In Khulna, 65% of the households have septic tanks but almost 85% of them do not have a soak well and more than 90% of the wastewater is disposed of directly or indirectly into waterbodies and the local environment. When asked, people will have several explanations on where their poop goes: "Our masons are very smart and they have made an arrangement that my waste containment never gets full" or "Our waste containment is so large that it won’t fill for a few decades". But as there is no collection or treatment plant, where does the poop actually go?
Disposal of faecal sludge was never seen as a problem because when toilets got blocked, manual emptiers used to empty the waste containment and just release the sludge to the nearest drain or in water bodies. Water is getting scarce but we use more water as a medium to get rid of waste from toilets or for cleaning. Cities are spending large sums of funds to bring in water from afar, but invest very little in sanitation. Whereas proper investment in sanitation would reduce the utility cost for treating wastewater. And while centralised sewerage systems are being planned for, the reality is that on-site and decentralised wastewater management coupled with faecal sludge management will continue to be the only option to address wastewater management in urban areas in the meantime.
As a result of working together with SNV through our FSM programme, the local authorities in Khulna (Khulna City Corporation, Khulna Development Authority, Khulna Water Supply and Sewerage Authority, along with line departments) have each made a commitment that no wastewater should be disposed without treatment. They recently formed a technical team to come up with recommendations for further improvements to localised technical solutions and the workflow for the approval of buildings. With regard to the national building code, we already successfully advocated for the inclusion of an improved sanitary plan with septic tank and additional approval rounds for construction.

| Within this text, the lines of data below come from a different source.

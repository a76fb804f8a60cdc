"""A batch of rigs as numpy columns, one element (or one axis position) per rig.

Calculators read columns by name, always with elementwise numpy operations that broadcast. Two
shapes of batch exist and calculators must not care which they get:

* a **comparison batch** (:meth:`RigBatch.from_rigs`): every column has shape ``(n,)``, one row per rig;
* a **sweep batch** (:meth:`RigBatch.from_components`): each component kind lies along its own axis
  (telescope, camera, train, mount) so telescope columns have shape ``(T, 1, 1, 1)``, camera columns
  ``(1, C, 1, 1)`` and so on. An output is then computed only over the axes it depends on, and
  broadcasting builds the cartesian product only where it is really needed.

Columns (canonical units in the names; a missing optional value is NaN, a missing text is ""):

==========================  =====================================================================
telescope                   ``aperture_mm``, ``focal_length_mm``, ``obstruction_mm``,
                            ``telescope_throughput`` (given or the design default), ``design``,
                            ``telescope_mass_kg``, ``tube_length_mm``, ``tube_diameter_mm``,
                            ``spider_vanes``, ``mirror_thickness_mm``, ``telescope_price``,
                            ``telescope_currency``, ``telescope_image_circle_mm``,
                            ``outward_focus_travel_mm``
train (empty: neutral)      ``train_factor`` (product of the factors, 1), ``train_throughput``
                            (product over the powered elements, 1; filters are not in it),
                            ``train_mass_kg`` (0; NaN when an element but a filter has no mass),
                            ``train_price``, ``train_currency``, ``train_image_circle_mm``
                            (smallest stated circle, scaled by the factors behind it),
                            ``train_corrected_field_mm`` (the same over powered elements),
                            ``train_focal_ratio_min`` / ``_max`` (the tightest stated range),
                            ``train_design_mask`` (int: bit i set when the train suits design
                            ``DESIGN_ORDER[i]``), ``train_backfocus_mm``,
                            ``train_backfocus_tolerance_mm``, ``train_length_behind_mm``,
                            ``train_length_mm``, ``train_focus_shift_mm``, ``train_elements``
                            (count), ``train_kinds`` ("reducer,filter"), ``train_has_corrector``,
                            ``train_powered``, ``train_has_eyepiece`` (booleans); the train's first
                            filter: ``filter_centre_nm``, ``filter_bandwidth_nm``,
                            ``filter_peak_transmission``, ``filter_thickness_mm``; its eyepiece:
                            ``eyepiece_focal_length_mm``, ``eyepiece_apparent_field_deg``,
                            ``eyepiece_field_stop_mm``, ``eyepiece_eye_relief_mm``
                            (see :mod:`calculators.train_columns`). Old names, kept for one
                            release: ``modifier_factor``, ``modifier_throughput``,
                            ``modifier_mass_kg``, ``modifier_price``, ``modifier_currency``,
                            ``corrected_field_mm``, ``modifier_kind`` (the first powered element's)
camera (none: NaN, "")      ``pixel_size_um``, ``width_px``, ``height_px``, ``quantum_efficiency``,
                            ``read_noise_e``, ``dark_current_e_per_s``, ``camera_mass_kg``,
                            ``camera_price``, ``camera_currency``, ``flange_to_sensor_mm``,
                            ``sensor`` ("mono", "colour" or "" when not stated), ``binning``
                            (the factor the camera is read at, 1; the pixel columns stay the
                            sensor's own, see :mod:`calculators.binning`)
mount (none: NaN)           ``mount_type``, ``capacity_kg``, ``mount_mass_kg``, ``mount_price``,
                            ``mount_currency``
accessories (summed)        ``accessories_mass_kg`` (0), ``accessories_price``, ``accessories_currency``
geometry                    ``payload_arm_mm``, ``counterweight_kg``
==========================  =====================================================================

Price columns come in threes: ``<slot>_price`` (NaN when unpriced), ``<slot>_currency`` and
``<slot>_purchase_price``, the price of the slot's parts not marked owned (NaN when none of those is
priced; see :mod:`calculators.ownership`): equal to ``<slot>_price`` when nothing is owned.

Quantities that several calculators derive from the same columns (clear area, effective focal length,
sensor size, field solid angle) are computed once per batch: a helper decorated with :func:`per_batch`
keeps its result on the batch, read-only, so the calculators that ask later get the very same array.
"""

from __future__ import annotations

import functools
import math
from collections.abc import Callable, Iterator, Mapping, Sequence
from dataclasses import dataclass, field
from typing import Any, TypeVar

import numpy as np

from calculators.ownership import is_owned, purchase_sum
from calculators.schemas import Accessory, Camera, Geometry, Modifier, Mount, Price, Rig, Telescope
from calculators.train_columns import train_columns, with_eyepiece_axis
from calculators.train_elements import train_element

NAN = float("nan")

#: Slots that carry a price column pair, in the order they are added up.
PRICE_SLOTS = ("telescope", "train", "camera", "mount", "accessories")

#: Sweep axes, in order.
AXES = ("telescope", "camera", "train", "mount")


def _amount(price: Price | None) -> float:
    return NAN if price is None else price.amount


def _currency(price: Price | None) -> str:
    return "" if price is None else price.currency


def _purchase(item) -> float:
    """The price still to pay for a part: NaN when it is owned or unpriced."""
    return NAN if is_owned(item) else _amount(item.price)


def _opt(value: float | None) -> float:
    return NAN if value is None else float(value)


def telescope_columns(telescopes: Sequence[Telescope]) -> dict[str, np.ndarray]:
    rows = [
        (
            t.aperture_mm, t.focal_length_mm, t.obstruction_mm, t.effective_throughput,
            _opt(t.mass_kg), _opt(t.length_mm), _opt(t.tube_diameter_mm), _opt(t.spider_vanes),
            _opt(t.mirror_thickness_mm), _amount(t.price), _opt(t.image_circle_mm),
            _opt(t.outward_focus_travel_mm), _purchase(t),
        )
        for t in telescopes
    ]
    names = (
        "aperture_mm", "focal_length_mm", "obstruction_mm", "telescope_throughput",
        "telescope_mass_kg", "tube_length_mm", "tube_diameter_mm", "spider_vanes",
        "mirror_thickness_mm", "telescope_price", "telescope_image_circle_mm",
        "outward_focus_travel_mm", "telescope_purchase_price",
    )
    columns = _float_columns(names, rows, len(telescopes))
    columns["design"] = np.array([t.design.value for t in telescopes], dtype=str)
    columns["telescope_currency"] = np.array([_currency(t.price) for t in telescopes], dtype="U3")
    return columns


def as_train(entry: Any) -> list:
    """A sweep's train entry as a list of elements: a list (``[]`` is nothing between telescope and
    camera), None (the same), one element, or an old :class:`Modifier` (one element)."""
    if entry is None:
        return []
    if isinstance(entry, Modifier):
        return [train_element(entry.to_element())]
    items = list(entry) if isinstance(entry, (list, tuple)) else [entry]
    return [train_element(e) if isinstance(e, dict) else e for e in items]


def camera_columns(
    cameras: Sequence[Camera | None], binning: Sequence[int] | None = None
) -> dict[str, np.ndarray]:
    """Camera columns; a rig without a camera (visual, through an eyepiece) has NaN and "".
    ``binning`` gives each camera's factor (default 1; see :mod:`calculators.binning`)."""
    absent = (NAN,) * 10
    rows = [
        absent if c is None else
        (c.pixel_size_um, c.width_px, c.height_px, _opt(c.quantum_efficiency), _opt(c.read_noise_e),
         _opt(c.dark_current_e_per_s), _opt(c.mass_kg), _amount(c.price),
         _opt(c.flange_to_sensor_mm), _purchase(c))
        for c in cameras
    ]
    names = ("pixel_size_um", "width_px", "height_px", "quantum_efficiency", "read_noise_e",
             "dark_current_e_per_s", "camera_mass_kg", "camera_price", "flange_to_sensor_mm",
             "camera_purchase_price")
    columns = _float_columns(names, rows, len(cameras))
    columns["camera_currency"] = np.array(
        ["" if c is None else _currency(c.price) for c in cameras], dtype="U3")
    columns["sensor"] = np.array(
        ["" if c is None or c.sensor is None else c.sensor.value for c in cameras], dtype=str)
    columns["binning"] = (np.ones(len(cameras)) if binning is None
                          else np.asarray(binning, dtype=np.float64).reshape(len(cameras)))
    return columns


def mount_columns(mounts: Sequence[Mount | None]) -> dict[str, np.ndarray]:
    rows = [
        (NAN, NAN, NAN, NAN) if m is None else
        (m.capacity_kg, _opt(m.mass_kg), _amount(m.price), _purchase(m))
        for m in mounts
    ]
    columns = _float_columns(("capacity_kg", "mount_mass_kg", "mount_price", "mount_purchase_price"),
                             rows, len(mounts))
    columns["mount_type"] = np.array(["" if m is None else m.type.value for m in mounts], dtype=str)
    columns["mount_currency"] = np.array(
        ["" if m is None else _currency(m.price) for m in mounts], dtype="U3"
    )
    return columns
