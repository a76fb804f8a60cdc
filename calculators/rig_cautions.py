"""Cautions about one rig in particular: a payload over the mount's rating, a heavy single lift.

The calculators' own cautions are the same for every rig; these name the rig's figures, so whoever
reads a comparison row, an evaluation row or the club page sees *this* rig's hazard in words:

* **over the rating**: the payload (telescope + modifier + camera + accessories, as the payload
  calculator adds them) above the mount's ``capacity_kg``. Where some masses are not stated, the
  stated ones alone may already exceed the rating: that is said too ("at least …"). The maker's rating is the limit; rigbench
  does not second-guess it in either direction.
* **heavy single lift**: the heaviest item a person lifts onto or off the mount on its own — the
  telescope, the mount (as stated: head and tripod together when they are given as one mass), the
  counterweight, the camera, the modifier — above :data:`LIFT_GUIDELINE_KG`, 23 kg: the load constant
  of the revised NIOSH lifting equation, the weight nearly all healthy workers can lift under *ideal*
  conditions (load close to the body at waist height, no twisting, a good grip, occasional lifts;
  Waters, Putz-Anderson, Garg & Fine, "Revised NIOSH equation for the design and evaluation of manual
  lifting tasks", Ergonomics 36 (1993); NIOSH, *Applications Manual for the Revised NIOSH Lifting
  Equation*, DHHS (NIOSH) Publication No. 94-110, 1994, revised 2021). Raising a tube onto a mount's
  saddle, at arm's length and in the dark, is far from ideal, so the equation's multipliers would
  allow much less: the caution is a floor, not a licence below it.

Otherwise unknown masses (NaN) give no caution rather than a guess. Pure computation on a
:class:`~calculators.batch.RigBatch` of rows (shape ``(n,)``), as comparisons and evaluation rows have.
"""

from __future__ import annotations

import math

import numpy as np

from calculators.batch import RigBatch

#: Load constant of the revised NIOSH lifting equation (Waters et al. 1993; NIOSH Publication 94-110).
LIFT_GUIDELINE_KG = 23.0
LIFT_SOURCE = "the revised NIOSH lifting equation's 23 kg for ideal conditions (NIOSH Publication 94-110)"

#: What the mount carries (the payload calculator's sum), by batch column.
PAYLOAD_PARTS = ("telescope_mass_kg", "modifier_mass_kg", "camera_mass_kg", "accessories_mass_kg")

#: What a person may lift on its own, by batch column, in the words a caution uses.
LIFTED_ITEMS = (
    ("telescope_mass_kg", "telescope"),
    ("mount_mass_kg", "mount"),
    ("counterweight_kg", "counterweight"),
    ("camera_mass_kg", "camera"),
    ("modifier_mass_kg", "modifier"),
)


def _column(batch: RigBatch, name: str) -> np.ndarray:
    if name not in batch.columns:
        return np.full(batch.shape, np.nan)
    return np.broadcast_to(np.asarray(batch[name], dtype=float), batch.shape)


def over_rating(payload: float, capacity: float, complete: bool = True) -> str:
    amount = f"{payload:.1f} kg" if complete else f"at least {payload:.1f} kg (the masses stated)"
    return (
        f"Over the mount's rating: this rig puts {amount} on a mount rated for {capacity:g} kg "
        f"({payload / capacity:.2f} times its rating). An overloaded mount can slip, tip over or drop "
        "the telescope, and its counterweight can swing: use a mount rated for the payload, within its "
        "maker's rating."
    )


def heavy_lift(item: str, mass: float) -> str:
    return (
        f"Heavy lift: the {item} weighs {mass:.1f} kg, more than {LIFT_SOURCE}. Lifting it into place, "
        "at arm's length or in the dark, allows much less: lift it with two people, take it apart (the "
        "counterweights off, the mount's head off its tripod) or use a lifting aid, and keep feet clear."
    )


#: Up to this many rows the cautions are worked out on Python floats: for the few rigs of a
#: comparison, a dozen numpy calls cost more than the arithmetic (the figures are the same, see
#: :func:`cautions_by_rows`).
SMALL_BATCH_ROWS = 16


def rig_cautions(batch: RigBatch) -> list[list[str]]:
    """The cautions of each row of ``batch`` (a list per row; empty when nothing applies).

    The tests are array operations over all rows; text is written only for the rows they flag.
    """
    if math.prod(batch.shape) <= SMALL_BATCH_ROWS:
        return cautions_by_rows(batch)
    return cautions_by_arrays(batch)


def cautions_by_arrays(batch: RigBatch) -> list[list[str]]:
    """:func:`rig_cautions` for any number of rows, with numpy arrays."""
    n = math.prod(batch.shape)
    parts = np.stack([_column(batch, column).reshape(n) for column in PAYLOAD_PARTS])
    complete = ~np.isnan(parts).any(axis=0)
    payload = np.nansum(parts, axis=0)  # the stated masses: a lower bound where some are not
    capacity = _column(batch, "capacity_kg").reshape(n)
    with np.errstate(invalid="ignore"):
        overloaded = payload > capacity  # False where there is no mount (NaN)
    masses = np.stack([_column(batch, column).reshape(n) for column, _item in LIFTED_ITEMS])
    heaviest = np.where(np.isnan(masses), -np.inf, masses)
    which = heaviest.argmax(axis=0)
    heavy = heaviest.max(axis=0) > LIFT_GUIDELINE_KG
    out: list[list[str]] = [[] for _ in range(n)]
    for i in np.flatnonzero(overloaded).tolist():
        out[i].append(over_rating(float(payload[i]), float(capacity[i]), bool(complete[i])))
    for i in np.flatnonzero(heavy).tolist():
        out[i].append(heavy_lift(LIFTED_ITEMS[which[i]][1], float(heaviest[which[i], i])))
    return out


def _floats(batch: RigBatch, name: str, n: int) -> list[float]:
    values = batch.columns.get(name)
    if values is None:
        return [math.nan] * n
    if type(values) is np.ndarray and values.dtype == np.float64 and values.shape == (n,):
        return values.tolist()  # a comparison's column as it is: no copy, no broadcasting
    return _column(batch, name).reshape(n).tolist()


def cautions_by_rows(batch: RigBatch) -> list[list[str]]:
    """:func:`rig_cautions` row by row on Python floats, with the same arithmetic in the same order.

    The payload is added part after part from the first, a missing part counting 0, as
    ``np.nansum`` over the stacked parts does along its first axis, so every sum is the very same
    double; the heaviest item is the first of the largest, as ``argmax`` picks it.
    """
    n = math.prod(batch.shape)
    parts = [_floats(batch, column, n) for column in PAYLOAD_PARTS]
    capacities = _floats(batch, "capacity_kg", n)
    masses = [_floats(batch, column, n) for column, _item in LIFTED_ITEMS]
    out: list[list[str]] = []
    for i in range(n):
        row: list[str] = []
        stated = [part[i] for part in parts]
        payload = stated[0] if not math.isnan(stated[0]) else 0.0
        for value in stated[1:]:
            payload += value if not math.isnan(value) else 0.0
        if payload > capacities[i]:  # False where there is no mount (NaN)
            row.append(over_rating(payload, capacities[i], not any(map(math.isnan, stated))))
        heaviest, which = -math.inf, 0
        for k, item in enumerate(masses):
            if item[i] > heaviest:  # NaN never is: an unknown mass is no caution
                heaviest, which = item[i], k
        if heaviest > LIFT_GUIDELINE_KG:
            row.append(heavy_lift(LIFTED_ITEMS[which][1], heaviest))
        out.append(row)
    return out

Increasingly, urban development is directed upwards, as there is limited space for horizontal development. This means that more and more people are living on smaller and smaller parcels, making it much more difficult to accommodate wastewater on-site through traditional on-site wastewater management technologies such as septic tank systems which require considerable space. Local authorities in Khulna have now also become interested in other wastewater management methodologies that can be applied to smaller parcels and include better treatment and disposal options.
So, let’s create some space for innovation and tackle the #wastewater challenge together!